Goal of the exercise
Return each line of the entries that holds the string "NetworkCompletion".

[Dataset items]
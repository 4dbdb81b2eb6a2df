"""Compartments of a network (issue 19): which compartment is the cell, the warning for a
compartment whose pH the environment does not state, and the ion stoichiometry of reactions
that move ions across the membrane (an environment parameter, e.g. H+ per ATP).

Nothing here computes an energy: the electrochemical terms are in :mod:`tfa.thermo.membrane`
and are applied per compound by :func:`tfa.network.energies.compound_energies`.
"""

from __future__ import annotations

import logging

import cobra

from ..errors import NetworkFileError

logger = logging.getLogger(__name__)


def cell_compartment(model: cobra.Model) -> str:
    """The compartment the environment's ``[conditions]`` describe: the network's inner one
    (:func:`tfa.network.role_inference.inner_compartment`)."""
    from .role_inference import inner_compartment

    return inner_compartment(model)


def other_compartments(model: cobra.Model) -> list[str]:
    """The compartments of ``model`` besides the cell, sorted."""
    cell = cell_compartment(model)
    return sorted({m.compartment for m in model.metabolites if m.compartment} - {cell})


def crosses_membrane(reaction: cobra.Reaction, cell: str) -> bool:
    """True when the reaction has compounds in more than one compartment (a transport or an
    ion-coupled reaction)."""
    return len({m.compartment or cell for m in reaction.metabolites}) > 1


def _thermo_key(met: cobra.Metabolite) -> str:
    return str((met.notes or {}).get("thermo_key") or "").strip() or met.id


def translocated_ions(reaction: cobra.Reaction, cell: str) -> list[tuple[cobra.Metabolite, cobra.Metabolite]]:
    """(outer, inner) pairs of the same compound (same thermo key, or same formula and charge
    when neither has one) on opposite sides of the membrane in ``reaction``."""
    pairs = []
    inner = [m for m in reaction.metabolites if (m.compartment or cell) == cell]
    for outer in reaction.metabolites:
        if (outer.compartment or cell) == cell:
            continue
        for met in inner:
            same_key = _thermo_key(met) == _thermo_key(outer)
            same_species = met.formula == outer.formula and met.charge == outer.charge
            if same_key or (same_species and not (met.notes or {}).get("thermo_key")):
                pairs.append((outer, met))
                break
    return pairs


def set_ion_stoichiometry(model: cobra.Model, stoichiometry: dict[str, float], where: str = "") -> None:
    """Set how many ions each named reaction moves across the membrane per turnover (undone on
    leaving an enclosing ``with model:``).

    For a reaction that takes ν_out < 0 of an ion from outside and gives ν_in of the same ion
    in the cell (ATP synthase ``adp + pi + 4 h_out <=> atp + h2o + 3 h``), n ions per turnover
    means ν_out = −n and ν_in changed by the same amount the other way, so the balance holds
    (n = 3: ``adp + pi + 3 h_out <=> atp + h2o + 2 h``). A reaction that gives ions to the
    outside (ν_out > 0) is set likewise with ν_out = +n.

    Raises
    ------
    NetworkFileError
        A reaction the network lacks, or one with no ion on both sides of the membrane.
    """
    cell = cell_compartment(model)
    for rid, n in stoichiometry.items():
        if rid not in model.reactions:
            logger.info("%s [ion_stoichiometry] %s: not a reaction of network %s (ignored)",
                        where, rid, model.id)
            continue
        reaction = model.reactions.get_by_id(rid)
        pairs = translocated_ions(reaction, cell)
        if len(pairs) != 1:
            raise NetworkFileError(
                f"{where} [ion_stoichiometry] {rid}: reaction {rid} must take one ion from a "
                f"compartment other than the cell ({cell}) and give it on the other side, found "
                f"{len(pairs)}; write its equation with the ion in both compartments "
                "(e.g. '4 h_out' and 'h'), or remove the entry")
        outer, inner = pairs[0]
        nu_out = reaction.metabolites[outer]
        sign = -1.0 if nu_out < 0 else 1.0
        change = sign * float(n) - nu_out
        reaction.add_metabolites({outer: change, inner: -change}, combine=True)
def compartment_warnings(model: cobra.Model, environment) -> list[str]:
    """One warning per compartment of ``model`` besides the cell that the environment gives no
    pH: its compounds are taken at the cell's pH with Δψ = 0, which is rarely what the network
    means (issue 19)."""
    from .role_inference import inner_compartment

    cell = inner_compartment(model)
    found = sorted({m.compartment for m in model.metabolites if m.compartment} - {cell})
    missing = [cid for cid in found if cid not in environment.compartments]
    if not missing:
        return []
    where = environment.source or environment.name
    return [f"network {model.id}: compartment(s) {', '.join(missing)} have no stated pH in "
            f"environment {where}; their compounds are taken at the cell's ({cell}) pH "
            f"{environment.conditions.ph:g} with membrane potential 0, so transport between them "
            "and the cell carries no energy; give each a [compartments.ID] table with pH = ... "
            "and membrane_potential_mV = ..."]


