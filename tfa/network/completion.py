"""What a network as read still needs before it can be assessed, filled in once on reading:
the compound of our data each metabolite is (:mod:`tfa.network.identifiers`), the roles its
compounds play (:mod:`tfa.network.role_inference`), the H2 compound named on the command line,
and the warnings that go with it (matches left open).
"""

from __future__ import annotations

import logging
from dataclasses import dataclass, field
from pathlib import Path

import cobra

from .identifiers import AMBIGUOUS, IdentifierMapping, map_identifiers
from .role_inference import RoleReport, check_roles, infer_roles, name_h2

logger = logging.getLogger(__name__)

@dataclass
class NetworkCompletion:
    """The identifier mapping, the roles and the warnings of a network as read."""

    mapping: IdentifierMapping
    roles: RoleReport
    warnings: list[str] = field(default_factory=list)


def complete_network(model: cobra.Model, database, from_table: bool,
                     identifiers: str | Path | None = None, h2: str | None = None) -> NetworkCompletion:
    """Match metabolites to our data, infer roles, name the H2 compound; collect the warnings.

    Parameters
    ----------
    model : cobra.Model
        Changed in place (metabolite notes ``thermo_key``, ``role`` and their evidence).
    database : ThermoDatabase
    from_table : bool
        The network comes from our own tables (no BiGG-style id fallback).
    identifiers : path, optional
        The user's table of identifiers (:func:`tfa.network.identifiers.read_identifier_table`).
    h2 : str, optional
        The H2 compound named with ``--h2``.

    Raises
    ------
    InputError
        A bad identifiers table or ``--h2`` id.
    """
    mapping = map_identifiers(model, database, identifiers, use_ids=not from_table)
    if h2:
        name_h2(model, h2)
    check_thermo_keys(model, database)
    check_roles(model)
    roles = infer_roles(model, database)
    check_energy_sources(model, database)
    warnings = []
    # compartments: the environment states each one's pH and membrane potential; one it does
    # not describe is warned about where the environment is known
    # (tfa.network.compartments.compartment_warnings, called by tfa.network.inputs)
    ambiguous = [m.metabolite for m in mapping.matches if m.status == AMBIGUOUS]
    if ambiguous:
        warnings.append(f"{len(ambiguous)} compound(s) whose identifiers name two compounds of our "
                        f"data, left without data: {', '.join(ambiguous)} (give their thermo_key in "
                        "identifiers.tsv)")
    for text in warnings:
        logger.warning("%s", text)
    return NetworkCompletion(mapping, roles, warnings)


def check_energy_sources(model: cobra.Model, database) -> None:
    """Every reaction's ``energy_source`` is ``auto`` or the id of a value the network uses (its
    own ``reaction_values.tsv``, else the library's).

    Raises
    ------
    InputError
        Naming the file and line of the reaction.
    """
    from ..errors import InputError
    from ..thermo.literature import read_literature_values
    from .locations import located

    named = {r.id: str((r.notes or {}).get("energy_source") or "auto").strip() for r in model.reactions}
    named = {rid: v for rid, v in named.items() if v and v != "auto"}
    if not named:
        return
    path = (model.notes or {}).get("reaction_values_path")
    if path:
        ids = {v.id for v in read_literature_values(path)}
        where = Path(path).name
    else:
        from ..thermo.library import ReactionLibrary

        ids = {v.id for v in ReactionLibrary.load(database.include_unreviewed).values}
        where = "the library (tfa/data/reaction_values.csv)"
    for rid, value in named.items():
        if value not in ids:
            raise InputError(located(model, "reaction", rid, (
                f"reaction '{rid}': energy_source '{value}' is not an id of the reaction values "
                f"of {where}; write 'auto' or a value id")))


def check_thermo_keys(model: cobra.Model, database) -> None:
    """Every ``thermo_key`` names a compound of the thermodynamic data.

    Raises
    ------
    InputError
        Naming the file and line of the compound, with close matches.
    """
    from ..errors import NetworkFileError, UnknownCompoundError
    from .energies import unknown_thermo_key

    for met in model.metabolites:
        key = str((met.notes or {}).get("thermo_key") or "").strip()
        if not key:
            continue
        try:
            database.compound(key)
        except UnknownCompoundError as err:
            raise NetworkFileError(unknown_thermo_key(model, met.id, key, err.matches)) from err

Response area
class NetworkCompletion:
                     identifiers: str | Path | None = None, h2: str | None = None) -> NetworkCompletion:
    return NetworkCompletion(mapping, roles, warnings)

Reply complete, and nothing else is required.